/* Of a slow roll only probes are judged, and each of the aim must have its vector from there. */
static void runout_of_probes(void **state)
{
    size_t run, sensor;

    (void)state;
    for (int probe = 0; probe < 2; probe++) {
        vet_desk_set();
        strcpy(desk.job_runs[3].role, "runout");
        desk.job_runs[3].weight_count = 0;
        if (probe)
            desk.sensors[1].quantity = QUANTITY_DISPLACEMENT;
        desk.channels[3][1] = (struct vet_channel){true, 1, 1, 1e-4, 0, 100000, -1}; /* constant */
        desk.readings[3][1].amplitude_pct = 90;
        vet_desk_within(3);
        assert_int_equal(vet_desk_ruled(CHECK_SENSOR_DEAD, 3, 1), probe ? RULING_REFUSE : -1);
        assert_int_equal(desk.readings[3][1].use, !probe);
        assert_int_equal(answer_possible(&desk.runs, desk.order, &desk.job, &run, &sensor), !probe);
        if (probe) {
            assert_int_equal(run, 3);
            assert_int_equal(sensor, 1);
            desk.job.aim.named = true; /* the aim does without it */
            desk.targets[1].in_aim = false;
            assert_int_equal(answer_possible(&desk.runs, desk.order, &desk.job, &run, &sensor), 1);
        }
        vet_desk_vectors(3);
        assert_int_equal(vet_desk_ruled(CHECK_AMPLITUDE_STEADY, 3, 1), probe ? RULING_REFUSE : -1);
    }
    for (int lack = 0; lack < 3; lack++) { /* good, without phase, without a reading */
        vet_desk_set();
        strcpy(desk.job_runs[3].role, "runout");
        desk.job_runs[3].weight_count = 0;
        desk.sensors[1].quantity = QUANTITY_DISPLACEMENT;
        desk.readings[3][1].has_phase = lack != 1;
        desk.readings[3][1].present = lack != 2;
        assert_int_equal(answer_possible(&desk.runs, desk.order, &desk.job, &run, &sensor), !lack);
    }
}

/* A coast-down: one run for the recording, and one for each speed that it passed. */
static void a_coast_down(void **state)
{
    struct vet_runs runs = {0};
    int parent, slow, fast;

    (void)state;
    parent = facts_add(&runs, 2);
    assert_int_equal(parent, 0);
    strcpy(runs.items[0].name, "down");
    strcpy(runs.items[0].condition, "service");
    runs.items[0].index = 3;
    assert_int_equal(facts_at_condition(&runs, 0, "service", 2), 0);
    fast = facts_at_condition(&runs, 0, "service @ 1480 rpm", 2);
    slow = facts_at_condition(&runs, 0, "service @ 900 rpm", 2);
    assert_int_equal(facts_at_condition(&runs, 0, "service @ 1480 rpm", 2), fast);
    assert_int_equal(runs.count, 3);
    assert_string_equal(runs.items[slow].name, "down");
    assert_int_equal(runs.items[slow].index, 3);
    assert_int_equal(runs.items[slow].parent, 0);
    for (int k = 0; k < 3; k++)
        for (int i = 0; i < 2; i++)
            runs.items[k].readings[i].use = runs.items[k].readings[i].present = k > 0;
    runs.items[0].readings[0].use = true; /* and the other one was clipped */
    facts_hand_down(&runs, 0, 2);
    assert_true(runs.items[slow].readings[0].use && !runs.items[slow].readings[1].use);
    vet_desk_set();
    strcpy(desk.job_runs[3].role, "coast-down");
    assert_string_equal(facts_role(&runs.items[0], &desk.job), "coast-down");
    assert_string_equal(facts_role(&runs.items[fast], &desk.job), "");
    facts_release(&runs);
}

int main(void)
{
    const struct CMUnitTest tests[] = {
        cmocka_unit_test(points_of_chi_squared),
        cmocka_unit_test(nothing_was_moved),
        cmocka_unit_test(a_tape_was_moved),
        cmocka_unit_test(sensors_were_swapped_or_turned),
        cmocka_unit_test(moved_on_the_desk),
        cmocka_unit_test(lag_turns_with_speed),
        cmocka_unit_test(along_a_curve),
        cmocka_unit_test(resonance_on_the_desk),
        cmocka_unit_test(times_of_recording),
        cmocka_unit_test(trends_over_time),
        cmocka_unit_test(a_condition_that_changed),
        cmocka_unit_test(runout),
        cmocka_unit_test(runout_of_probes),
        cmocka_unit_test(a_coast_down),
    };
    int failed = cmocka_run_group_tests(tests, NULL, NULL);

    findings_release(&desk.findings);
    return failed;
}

::::

**What you are asked to do**.
In the listing above, start at the line with "desk.readings[3][1].has_phase = lack", go on through the line with "assert_int_equal(parent, 0);", and copy each of those lines exactly; leave out all the rest.

**Response to this task**.
        desk.readings[3][1].has_phase = lack != 1;
        desk.readings[3][1].present = lack != 2;
        assert_int_equal(answer_possible(&desk.runs, desk.order, &desk.job, &run, &sensor), !lack);
    }
}

/* A coast-down: one run for the recording, and one for each speed that it passed. */
static void a_coast_down(void **state)
{
    struct vet_runs runs = {0};
    int parent, slow, fast;

    (void)state;
    parent = facts_add(&runs, 2);
    assert_int_equal(parent, 0);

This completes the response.